My family has always lived in fear of me eating with the wrong fork at
dinner parties - to say nothing of eating with my fingers, which I have an
uncontrollable urge to do. My mother considered my lack of social grace
a birth defect. I'm sure she would have organized a telethon for the
cause if the shame hadn't been too much for her."
He just stared at her for several moments until she began to wonder if
she hadn't suddenly begun speaking in a language he didn't understand. A
blush of embarrassment and champagne fizzies warmed her cheeks, and she
anxiously shifted her weight from one sneaker to the other. Finally he
said, "You always talk this much?"
"No. I am capable of deep and abiding silences. But not after half a
bottle of champagne," she confessed. "I tend to wax poetic and bay at
the moon."
"Naked."
"That was a joke. You know, a brief oral narrative with a climactic
humorous twist meant to provoke laughter." Marilee peered up at him,
trying to see past the shadows of his low-riding hat brim. "Is it too
much to hope that there might be a sense of humor lurking behind all
that granite and testosterone?"
He gave a snort that might have been disgust or a sinus condition, and
started to turn away, motioning the dog to follow him.
"Wait!" Marilee rushed to catch up, the grass and the lethargy of
alcohol pulling at her feet. "I have to ask you something."
He stopped, but didn't turn around, forcing her to step in front of him.
His expression was inscrutable, but she could feel tension emanating
from him. She wondered where the wariness came from, wondered if Lucy
had been the one who jaded him.
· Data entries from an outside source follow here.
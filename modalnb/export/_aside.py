"""The poles set aside (residual terms of the model, not modes) as rows, for every export.

The engine keeps in its model every pole the data need, but only the poles an engineer
can sign off are modes (:mod:`modalnb.estimate._select` gives the rules); the others are
listed here with the reason, never in the modal table. Columns of ``poles_set_aside.csv``:
``pole,frequency_hz,damping_ratio,frequency_hz_std,energy,reason``.
"""

from __future__ import annotations

from typing import Any

import xarray as xr

from ._rows import _value

__all__ = ["ASIDE_COLUMNS", "ASIDE_TITLE", "aside_rows"]

ASIDE_COLUMNS = ("pole", "frequency_hz", "damping_ratio", "frequency_hz_std", "energy", "reason")

#: The heading of the table wherever it is shown.
ASIDE_TITLE = "Poles set aside (not modes)"

_SOURCE = {"frequency_hz": "aside_frequency_hz", "damping_ratio": "aside_damping_ratio",
           "frequency_hz_std": "aside_frequency_hz_std", "energy": "aside_energy",
           "reason": "aside_reason"}


def aside_rows(result: xr.Dataset) -> list[dict[str, Any]]:
    """One dict per pole set aside (empty for a table without them), numbered from 1.

    Examples
    --------
    >>> import xarray as xr
    >>> ds = xr.Dataset({"aside_frequency_hz": ("aside_pole", [812.5]),
    ...                  "aside_reason": ("aside_pole", ["too weak"])})
    >>> aside_rows(ds)[0]["pole"], aside_rows(ds)[0]["reason"]
    (1, 'too weak')
    """
    n = result.sizes.get("aside_pole", 0)
    rows = []
    for k in range(n):
        row: dict[str, Any] = {"pole": k + 1}
        for col, var in _SOURCE.items():
            row[col] = _value(result[var].values[k]) if var in result else ""
        rows.append(row)
    return rows
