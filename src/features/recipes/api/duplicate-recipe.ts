import { useMutation, useQueryClient } from '@tanstack/react-query';
import { duplicateRecipe } from '../../../lib/api/recipes';
import { storeRecipe } from './recipe-cache';

export function useDuplicateRecipe() {
  const queryClient = useQueryClient();
  return useMutation({
    mutationFn: duplicateRecipe,
    onSuccess: (recipe) => storeRecipe(queryClient, recipe),
  });
}
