import { useMutation, useQueryClient } from '@tanstack/react-query';
import { isApiError } from '../../../lib/api-client';
import { updateRecipe } from '../../../lib/api/recipes';
import { storeRecipe } from './recipe-cache';

export type { UpdateRecipeInput } from '../../../lib/api/recipes';

export function useUpdateRecipe() {
  const queryClient = useQueryClient();
  return useMutation({
    mutationFn: updateRecipe,
    onSuccess: (recipe) => storeRecipe(queryClient, recipe),
  });
}

/** The recipe was changed elsewhere since it was read (another tab, another device). */
export function isRevisionConflict(error: unknown): boolean {
  return isApiError(error) && error.status === 409;
}
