import { useMutation, useQueryClient } from '@tanstack/react-query';
import { saveVersion } from '../../../lib/api/recipes';
import { storeVersion } from './recipe-cache';

export type { SaveVersionInput } from '../../../lib/api/recipes';

/** Adds a version to a recipe: `mutate(input: SaveVersionInput)` → the new VersionDetail (201), numbered after the newest. */
export function useSaveVersion() {
  const queryClient = useQueryClient();
  return useMutation({
    mutationFn: saveVersion,
    onSuccess: (version, input) => storeVersion(queryClient, input.recipeId, version),
  });
}
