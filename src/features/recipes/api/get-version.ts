import { useQuery } from '@tanstack/react-query';
import { versionQuery } from '../../../lib/api/recipes';

/** One saved version with its lines and nutrients; null for either part asks nothing. */
export function useRecipeVersion(recipeId: number | null, number: number | null) {
  return useQuery(versionQuery(recipeId, number));
}
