import type { QueryClient } from '@tanstack/react-query';
import type { RecipeDetail, VersionDetail } from '../../../../shared/schemas/recipes';
import { queryKeys } from '../../../lib/query-keys';

/** A fresh copy of a recipe from the server: show it at once and let every list catch up. */
export function storeRecipe(queryClient: QueryClient, recipe: RecipeDetail) {
  queryClient.setQueryData(queryKeys.recipes.detail(recipe.id), recipe);
  void queryClient.invalidateQueries({ queryKey: queryKeys.recipes.list() });
}

/** A new version changes the recipe's timeline, its latest figures and the lists. */
export function storeVersion(queryClient: QueryClient, recipeId: number, version: VersionDetail) {
  queryClient.setQueryData(queryKeys.recipes.version(recipeId, version.number), version);
  void queryClient.invalidateQueries({ queryKey: queryKeys.recipes.detail(recipeId), exact: true });
  void queryClient.invalidateQueries({ queryKey: queryKeys.recipes.list() });
}
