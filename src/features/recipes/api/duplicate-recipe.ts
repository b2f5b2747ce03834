import { useMutation, useQueryClient } from '@tanstack/react-query';
import type { RecipeDetail } from '../../../../shared/schemas/recipes';
import { api } from '../../../lib/api-client';
import { storeRecipe } from './recipe-cache';

/** A new recipe whose first version is a copy of this one's newest. */
export function duplicateRecipe(id: number): Promise<RecipeDetail> {
  return api.post<RecipeDetail>(`/api/recipes/${id}/duplicate`);
}

export function useDuplicateRecipe() {
  const queryClient = useQueryClient();
  return useMutation({
    mutationFn: duplicateRecipe,
    onSuccess: (recipe) => storeRecipe(queryClient, recipe),
  });
}
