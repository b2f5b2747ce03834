import { useMutation, useQueryClient } from '@tanstack/react-query';
import { restoreVersion } from '../../../lib/api/recipes';
import { storeVersion } from './recipe-cache';

export type { RestoreVersionInput } from '../../../lib/api/recipes';

export function useRestoreVersion() {
  const queryClient = useQueryClient();
  return useMutation({
    mutationFn: restoreVersion,
    onSuccess: (version, { recipeId }) => storeVersion(queryClient, recipeId, version),
  });
}
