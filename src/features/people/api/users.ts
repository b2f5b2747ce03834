import { useMutation, useQuery, useQueryClient } from '@tanstack/react-query';
import type { PublicUser, UserRole } from '../../../../shared/schemas/auth';
import { api } from '../../../lib/api-client';
import { queryKeys } from '../../../lib/query-keys';

/** Every account, oldest first (admins only; anyone else gets 403). */
export function useUsers() {
  return useQuery({
    queryKey: queryKeys.admin.users(),
    queryFn: ({ signal }) => api.get<{ users: PublicUser[] }>('/api/admin/users', { signal }),
    select: (data) => data.users,
  });
}

export function useSetRole() {
  const queryClient = useQueryClient();
  return useMutation({
    mutationFn: ({ id, role }: { id: number; role: UserRole }) => api.patch<PublicUser>(`/api/admin/users/${id}`, { role }),
    onSuccess: (user) => {
      queryClient.setQueryData<{ users: PublicUser[] }>(queryKeys.admin.users(), (data) =>
        data ? { users: data.users.map((u) => (u.id === user.id ? user : u)) } : data,
      );
    },
  });
}
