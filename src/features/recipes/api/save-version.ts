import { useMutation, useQueryClient } from '@tanstack/react-query';
import type { z } from 'zod';
import type { VersionDetail, createVersionSchema } from '../../../../shared/schemas/recipes';
import { api } from '../../../lib/api-client';
import { storeVersion } from './recipe-cache';

/**
 * What POST /api/recipes/:id/versions takes, plus the recipe it goes onto:
 * - `recipeId`: the recipe's id;
 * - `kind`: "original" | "rewrite" | "edit" (shown as "As written", "Lighter rewrite", "Your edit");
 * - `lines` (1–100): `[{ food: { id }, grams, input? }]` as a rewrite's `after.lines` come back
 *   (map each to `{ food: { id: line.food.id }, grams: line.grams }`), or `[{ input, foodId?, grams? }]` as typed;
 * - `servings?`: defaults to the recipe's servings;
 * - `targets?`: the per-serving targets the rewrite was asked for (`{ proteinMinG, kcalMax, … }`), or null;
 * - `note?`: up to 2,000 characters, shown on the timeline (e.g. "Ricotta to part-skim, turkey for beef");
 * - `parentNumber?`: the version it was made from; defaults to the newest one.
 */
export type SaveVersionInput = z.input<typeof createVersionSchema> & { recipeId: number };

export function saveVersion({ recipeId, ...body }: SaveVersionInput): Promise<VersionDetail> {
  return api.post<VersionDetail>(`/api/recipes/${recipeId}/versions`, body);
}

/** Adds a version to a recipe: `mutate(input: SaveVersionInput)` → the new VersionDetail (201), numbered after the newest. */
export function useSaveVersion() {
  const queryClient = useQueryClient();
  return useMutation({
    mutationFn: saveVersion,
    onSuccess: (version, input) => storeVersion(queryClient, input.recipeId, version),
  });
}
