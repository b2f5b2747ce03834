import { useMutation, useQueryClient } from '@tanstack/react-query';
import type { z } from 'zod';
import type { RecipeDetail, updateRecipeSchema } from '../../../../shared/schemas/recipes';
import { api, isApiError } from '../../../lib/api-client';
import { storeRecipe } from './recipe-cache';

/** `revision` is the one the cook read; a stale one is refused with 409 and nothing changes. */
export type UpdateRecipeInput = z.input<typeof updateRecipeSchema> & { id: number };

export function updateRecipe({ id, ...body }: UpdateRecipeInput): Promise<RecipeDetail> {
  return api.patch<RecipeDetail>(`/api/recipes/${id}`, body);
}

export function useUpdateRecipe() {
  const queryClient = useQueryClient();
  return useMutation({
    mutationFn: updateRecipe,
    onSuccess: (recipe) => storeRecipe(queryClient, recipe),
  });
}

/** The recipe was changed elsewhere since it was read (another tab, another device). */
export function isRevisionConflict(error: unknown): boolean {
  return isApiError(error) && error.status === 409;
}
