import { useMutation, useQueryClient } from '@tanstack/react-query';
import type { VersionDetail } from '../../../../shared/schemas/recipes';
import { api } from '../../../lib/api-client';
import { storeVersion } from './recipe-cache';

export interface RestoreVersionInput {
  recipeId: number;
  number: number;
}

/** Copies version `number` forward as the newest; nothing in between is lost. */
export function restoreVersion({ recipeId, number }: RestoreVersionInput): Promise<VersionDetail> {
  return api.post<VersionDetail>(`/api/recipes/${recipeId}/restore/${number}`);
}

export function useRestoreVersion() {
  const queryClient = useQueryClient();
  return useMutation({
    mutationFn: restoreVersion,
    onSuccess: (version, { recipeId }) => storeVersion(queryClient, recipeId, version),
  });
}
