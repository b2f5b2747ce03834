import { useMutation, useQueryClient } from '@tanstack/react-query';
import { useRef, useState } from 'react';
import { removePhoto, uploadPhoto } from '../../../lib/api/recipes';
import { storeRecipe } from './recipe-cache';

export const PHOTO_MAX_BYTES = 5 * 1024 * 1024;
export const PHOTO_TYPES = ['image/jpeg', 'image/png', 'image/webp'] as const;

/** Why a photo can't be sent, or null when it may go. */
export function photoFileProblem(file: File): string | null {
  if (!(PHOTO_TYPES as readonly string[]).includes(file.type)) return 'This file is not a photo Hearthswap can read. Choose a JPEG, PNG or WebP picture.';
  if (file.size > PHOTO_MAX_BYTES) return 'This photo is too large: the limit is 5 MB. A phone photo at its usual size fits.';
  return null;
}

/** Uploads a recipe's photo; `progress` runs 0..1 while it goes out, null when nothing is uploading. */
export function useUploadPhoto(recipeId: number, revision: number) {
  const queryClient = useQueryClient();
  const [progress, setProgress] = useState<number | null>(null);
  const controller = useRef<AbortController | null>(null);
  const mutation = useMutation({
    mutationFn: (file: File) => {
      controller.current = new AbortController();
      setProgress(0);
      return uploadPhoto(recipeId, revision, file, setProgress, controller.current.signal);
    },
    onSuccess: (recipe) => storeRecipe(queryClient, recipe),
    onSettled: () => {
      setProgress(null);
      controller.current = null;
    },
  });
  return { ...mutation, progress, cancel: () => controller.current?.abort() };
}

export function useRemovePhoto(recipeId: number, revision: number) {
  const queryClient = useQueryClient();
  return useMutation({
    mutationFn: () => removePhoto(recipeId, revision),
    onSuccess: (recipe) => storeRecipe(queryClient, recipe),
  });
}
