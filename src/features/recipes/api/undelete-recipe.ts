import { useMutation, useQueryClient } from '@tanstack/react-query';
import { undeleteRecipe } from '../../../lib/api/recipes';
import { storeRecipe } from './recipe-cache';

export function useUndeleteRecipe() {
  const queryClient = useQueryClient();
  return useMutation({
    mutationFn: undeleteRecipe,
    onSuccess: (recipe) => storeRecipe(queryClient, recipe),
  });
}
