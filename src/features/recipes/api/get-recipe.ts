import { useQuery } from '@tanstack/react-query';
import { recipeQuery } from '../../../lib/api/recipes';

/** One recipe with its timeline of versions; a null id asks nothing. */
export function useRecipe(id: number | null) {
  return useQuery(recipeQuery(id));
}
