import { useQuery } from '@tanstack/react-query';
import type { RecipeDetail } from '../../../../shared/schemas/recipes';
import { api } from '../../../lib/api-client';
import { queryKeys } from '../../../lib/query-keys';

export function getRecipe(id: number, signal?: AbortSignal): Promise<RecipeDetail> {
  return api.get<RecipeDetail>(`/api/recipes/${id}`, { signal });
}

/** One recipe with its timeline of versions; a null id asks nothing. */
export function useRecipe(id: number | null) {
  return useQuery({
    queryKey: queryKeys.recipes.detail(id ?? 'none'),
    queryFn: ({ signal }) => getRecipe(id as number, signal),
    enabled: id !== null,
  });
}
She thought of chickening out, but
forced the words past the knot in her tongue before she could. "Who is
Del Rafferty?"
"Why?"
"He found Lucy's body. Is he a relative of yours?"
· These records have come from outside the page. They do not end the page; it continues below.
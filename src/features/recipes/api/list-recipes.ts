import { keepPreviousData, useQuery } from '@tanstack/react-query';
import type { RecipeSummary } from '../../../../shared/schemas/recipes';
import { api } from '../../../lib/api-client';
import { queryKeys } from '../../../lib/query-keys';

export const RECIPE_SORTS = ['updated', 'title', 'kcal', 'protein'] as const;
export type RecipeSort = (typeof RECIPE_SORTS)[number];

export function isRecipeSort(value: unknown): value is RecipeSort {
  return typeof value === 'string' && (RECIPE_SORTS as readonly string[]).includes(value);
}

export function listRecipes(q: string, sort: RecipeSort, signal?: AbortSignal): Promise<{ recipes: RecipeSummary[] }> {
  const params = new URLSearchParams({ sort });
  if (q) params.set('q', q);
  return api.get<{ recipes: RecipeSummary[] }>(`/api/recipes?${params}`, { signal });
}

/** The signed-in cook's recipes whose title holds `q`, in the order `sort` asks for. */
export function useRecipes(q: string, sort: RecipeSort) {
  const query = q.trim();
  return useQuery({
    queryKey: [...queryKeys.recipes.list(), { q: query, sort }],
    queryFn: ({ signal }) => listRecipes(query, sort, signal),
    select: (body) => body.recipes,
    // Keep the last rows on screen while the next search's answer arrives.
    placeholderData: keepPreviousData,
  });
}
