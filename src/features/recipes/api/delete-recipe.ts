import { useMutation, useQueryClient } from '@tanstack/react-query';
import { deleteRecipe } from '../../../lib/api/recipes';
import { queryKeys } from '../../../lib/query-keys';

export type { DeleteRecipeInput } from '../../../lib/api/recipes';

export function useDeleteRecipe() {
  const queryClient = useQueryClient();
  return useMutation({
    mutationFn: deleteRecipe,
    onSuccess: (_answer, { id }) => {
      queryClient.removeQueries({ queryKey: queryKeys.recipes.detail(id) });
      void queryClient.invalidateQueries({ queryKey: queryKeys.recipes.list() });
    },
  });
}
"You thought you had to ply me with liquor for that?"
J.D. sneered, letting his temper run freely through him and heat the
blood in his veins. He welcomed it. It made more sense than the odd
exchange they had just shared.
It made a hell of a lot more sense than notions of enchantment. This was
the face of femininity he knew best - deceit.
She wanted something from him. Plain and simple.
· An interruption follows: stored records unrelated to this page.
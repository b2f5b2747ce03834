import { useMutation, useQueryClient } from '@tanstack/react-query';
import type { RecipeDetail } from '../../../../shared/schemas/recipes';
import { api } from '../../../lib/api-client';
import { storeRecipe } from './recipe-cache';

/** Undo of a delete: the recipe comes back with every version. */
export function undeleteRecipe(id: number): Promise<RecipeDetail> {
  return api.post<RecipeDetail>(`/api/recipes/${id}/undelete`);
}

export function useUndeleteRecipe() {
  const queryClient = useQueryClient();
  return useMutation({
    mutationFn: undeleteRecipe,
    onSuccess: (recipe) => storeRecipe(queryClient, recipe),
  });
}
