describe('candidates from rules', () => {
  it('held lines have only their original candidate, with the reason', () => {
    const r = recipeCandidates(engine, macAndCheese(), none());
    const held = r.lines.filter((l) => l.heldReason);
    expect(held.map((l) => l.heldReason)).toEqual(['seasoning: kept as written', 'salt: kept as written']);
    for (const l of held) {
      expect(l.candidates).toHaveLength(1);
      expect(l.candidates[0].original).toBe(true);
      expect(l.keepScale).toBeUndefined();
    }
    const bake = recipeCandidates(engine, oilBananaBread(), none());
    expect(bake.lines[1]).toMatchObject({ role: 'leavener', heldReason: 'leavener: kept as written' });
    expect(bake.lines[1].candidates).toHaveLength(1);
  });

  it('offers the targets of the rules that apply in this dish, each with its ratio and rule', () => {
    const r = recipeCandidates(engine, macAndCheese(), none());
    expect(r.dishType).toBe('assembled-bake');
    const names = (i: number) => r.lines[i].candidates.slice(1).map((c) => c.name);
    expect(names(0)).toEqual(expect.arrayContaining(['Pasta, whole-wheat, dry']));
    expect(names(3)).toEqual(expect.arrayContaining(['Milk, nonfat, fluid, with added vitamin A and vitamin D (fat free or skim)']));
    expect(names(6)).toEqual(['Cheese, cheddar, reduced fat']);
    const cheddar = r.lines[6].candidates[1];
    expect(cheddar).toMatchObject({ massRatio: 1, partial: true, maxShare: 1, rule: { id: 'cheddar-to-reduced-fat-cheddar' } });
    // the roux keeps real fat: no substitute for its butter, only a little less of it
    expect(r.lines[1]).toMatchObject({ role: 'fat-for-roux', keepScale: [0.6, 1] });
    expect(r.lines[1].candidates).toHaveLength(1);
    // the flour thickens the roux: no rule, kept as written
    expect(r.lines[2].candidates).toHaveLength(1);
    expect(r.lines[2].keepScale).toBeUndefined();
    // crumbs on top may be thinner; sharp cheddar in the sauce may be two thirds
    expect(r.lines[7].keepScale).toEqual([0.5, 1]);
    expect(r.lines[6].keepScale).toEqual([0.67, 1]);
  });

  it('every candidate but the original carries a rule or a coach approval, and never a branded or prepared food', () => {
    const r = recipeCandidates(engine, [...macAndCheese(), ...oilBananaBread()], none());
    for (const l of r.lines) {
      for (const c of l.candidates.slice(1)) {
        expect(c.rule ?? c.approved, c.name).toBeDefined();
        const food = engine.byId.get(c.foodId)!;
        expect(food.branded).toBe(false);
        expect(['03', '21', '22', '36']).not.toContain(food.foodGroup);
      }
    }
  });

  it('leaves out a swap that brings an allergen the recipe lacks, unless the cook allows it', () => {
    const plain = recipeCandidates(engine, oilBananaBread(), none());
    const oil = plain.lines[3];
    expect(oil.role).toBe('baking-fat');
    expect(oil.candidates.map((c) => c.name)).toContain('Applesauce, canned, unsweetened, without added vitamin C (includes USDA commodity)');
    expect(oil.candidates.some((c) => /yogurt/i.test(c.name))).toBe(false);
    const allowed = recipeCandidates(engine, oilBananaBread(), { ...none(), allowAllergens: ['milk'] });
    expect(allowed.lines[3].candidates.some((c) => /^Yogurt, Greek, plain/.test(c.name))).toBe(true);
  });

  it('never brings peanut, soy or tree nuts silently, even from a coach', () => {
    const peanutFlour = foods.find((f) => /^Peanut flour, defatted/i.test(f.name))!;
    expect(allergensOf(peanutFlour)).toContain('peanuts');
    const coach = { toFoodId: peanutFlour.id, fromFoodId: byNdb.get('20081')!.id, volumeRatio: 1, coachName: 'Coach' };
    const lines = oilBananaBread();
    const silent = recipeCandidates(engine, lines, { ...none(), approved: [coach] });
    expect(silent.lines[0].candidates.some((c) => c.foodId === peanutFlour.id)).toBe(false);
    const allowed = recipeCandidates(engine, lines, { ...none(), approved: [coach], allowAllergens: ['peanuts'] });
    expect(allowed.lines[0].candidates.some((c) => c.foodId === peanutFlour.id)).toBe(true);
    for (const l of silent.lines) {
      for (const c of l.candidates) expect(allergensOf(engine.byId.get(c.foodId)!).filter((a) => ['peanuts', 'soy', 'tree nuts'].includes(a))).toEqual([]);
    }
  });

  it('applies diet filters to rule targets', () => {
    const chili = [at('23572', 'ground beef', 454), at('11282', 'onion', 110), at('02047', 'salt', 3)];
    const omnivore = recipeCandidates(engine, chili, none());
    expect(omnivore.lines[0].candidates.length).toBeGreaterThan(1);
    const vegetarian = recipeCandidates(engine, chili, { ...none(), diet: ['vegetarian'] });
    expect(vegetarian.lines[0].candidates).toHaveLength(1);
  });

  it("a coach's approved swap wins over the general rule for the same food, with its ratio by mass", () => {
    const turkey = byNdb.get('05665')!;
    const beef = byNdb.get('23572')!;
    const coach = { fromFoodId: beef.id, toFoodId: turkey.id, volumeRatio: 0.9, note: 'brown it hard', coachName: 'Coach Rae' };
    const r = recipeCandidates(engine, [at('23572', 'ground beef', 454), at('02047', 'salt', 3)], { ...none(), approved: [coach] });
    const offered = r.lines[0].candidates.filter((c) => c.foodId === turkey.id);
    expect(offered).toHaveLength(1);
    expect(offered[0].rule).toBeUndefined();
    expect(offered[0].approved).toMatchObject({ by: 'Coach Rae', note: 'brown it hard', volumeRatio: 0.9 });
    expect(offered[0].massRatio).toBeCloseTo((0.9 * turkey.densityGPerMl) / beef.densityGPerMl, 12);
    const byMass = recipeCandidates(engine, [at('23572', 'ground beef', 454)], { ...none(), approved: [{ ...coach, massRatio: 1.1 }] });
    expect(byMass.lines[0].candidates.find((c) => c.foodId === turkey.id)?.massRatio).toBe(1.1);
  });

  it('a line with no rule keeps its food; the cook can unlock a held line', () => {
    const r = recipeCandidates(engine, [at('06931', 'marinara sauce', 680), at('11282', 'onion', 110), at('23572', 'ground beef', 454)], none());
    expect(r.lines[0].candidates).toHaveLength(1);
    expect(r.lines[0].keepScale).toBeUndefined();
    expect(r.lines[0].heldReason).toBeUndefined();
    expect(r.lines[1].heldReason).toBe('aromatic: kept as written');
    const unlocked = recipeCandidates(engine, [at('06931', 'marinara sauce', 680), at('11282', 'onion', 110), at('23572', 'ground beef', 454)], {
      ...none(),
      lineRoles: { 1: 'vegetable' },
    });
    expect(unlocked.lines[1]).toMatchObject({ role: 'vegetable', keepScale: [1, 1.5] });
    expect(unlocked.lines[1].heldReason).toBeUndefined();
  });

  it('eggs: two whites per egg as a binder, up to half the eggs in a bake or an egg-and-cheese sauce', () => {
    const loaf = recipeCandidates(engine, [at('23572', 'ground beef', 907), at('18079', 'dry bread crumbs', 108), at('01123', 'large eggs', 100)], none());
    const whites = loaf.lines[2].candidates.find((c) => c.name.startsWith('Egg, white, raw'))!;
    expect(whites).toMatchObject({ maxShare: 1, rule: { id: 'egg-to-whites' } });
    expect(whites.massRatio).toBeCloseTo(1.32, 10);
    expect(loaf.lines[2].candidates.some((c) => /dried|powder/i.test(c.name))).toBe(false);
    const bread = recipeCandidates(engine, oilBananaBread(), none());
    expect(bread.lines[5].candidates.find((c) => c.name.startsWith('Egg, white'))).toMatchObject({ maxShare: 0.5, rule: { id: 'egg-in-bake-to-whites' } });
    const carbonara = recipeCandidates(
      engine,
      [at('20120', 'spaghetti', 454), at('01123', 'large eggs', 150), at('01038', 'grated Pecorino Romano cheese', 99)],
      none(),
    );
    expect(carbonara.lines[1].role).toBe('sauce');
    expect(carbonara.lines[1].candidates.slice(1).map((c) => [c.name, c.maxShare])).toEqual([['Egg, white, raw, fresh', 0.5]]);
  });

  it('flour in a bake: up to half whole-wheat or oat flour, never peanut or soy flour; brownie sugar stays', () => {
    const bread = recipeCandidates(engine, oilBananaBread(), none());
    const flour = bread.lines[0].candidates.slice(1);
    expect(flour.map((c) => c.name)).toEqual(['Wheat flour, whole-grain', 'Wheat flour, whole-grain, soft wheat', 'Oat flour, partially debranned']);
    for (const c of flour) expect(c).toMatchObject({ massRatio: 1, maxShare: 0.5, partial: true });
    const brownies = recipeCandidates(
      engine,
      [at('20081', 'flour', 65), at('19335', 'sugar', 250), at('01001', 'butter', 113), at('01123', 'eggs', 100), at('19165', 'cocoa powder', 40)],
      none(),
    );
    expect(brownies.lines[1]).toMatchObject({ role: 'structure' });
    expect(brownies.lines[1].keepScale).toBeUndefined();
    expect(brownies.lines[1].candidates).toHaveLength(1);
  });
});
Like every other leech who had come into his domain from the outside
world. They all wanted something: piece of this, a scrap of that, a
chunk, a rock, an acre, a ranch, a pound of flesh. They wormed their way
in with smiles and platitudes and stroked with one hand while they stole
with the other. They insulted his intelligence and mocked his basic
honesty, and suddenly he wanted very badly that someone pay.
"Damned city bitches," he snarled. "You don't know how to ask a straight
question, do you?
Everything has to be wrapped in some kind of
disguise. Why didn't you just ask?"
"I did just ask!" Marilee said, feeling at once both wrongly accused and
justly convicted.
His lip curled in derision, he took a step toward her, looming over her.
"'Sorry, J.D., we got off on the wrong foot. Can we start again?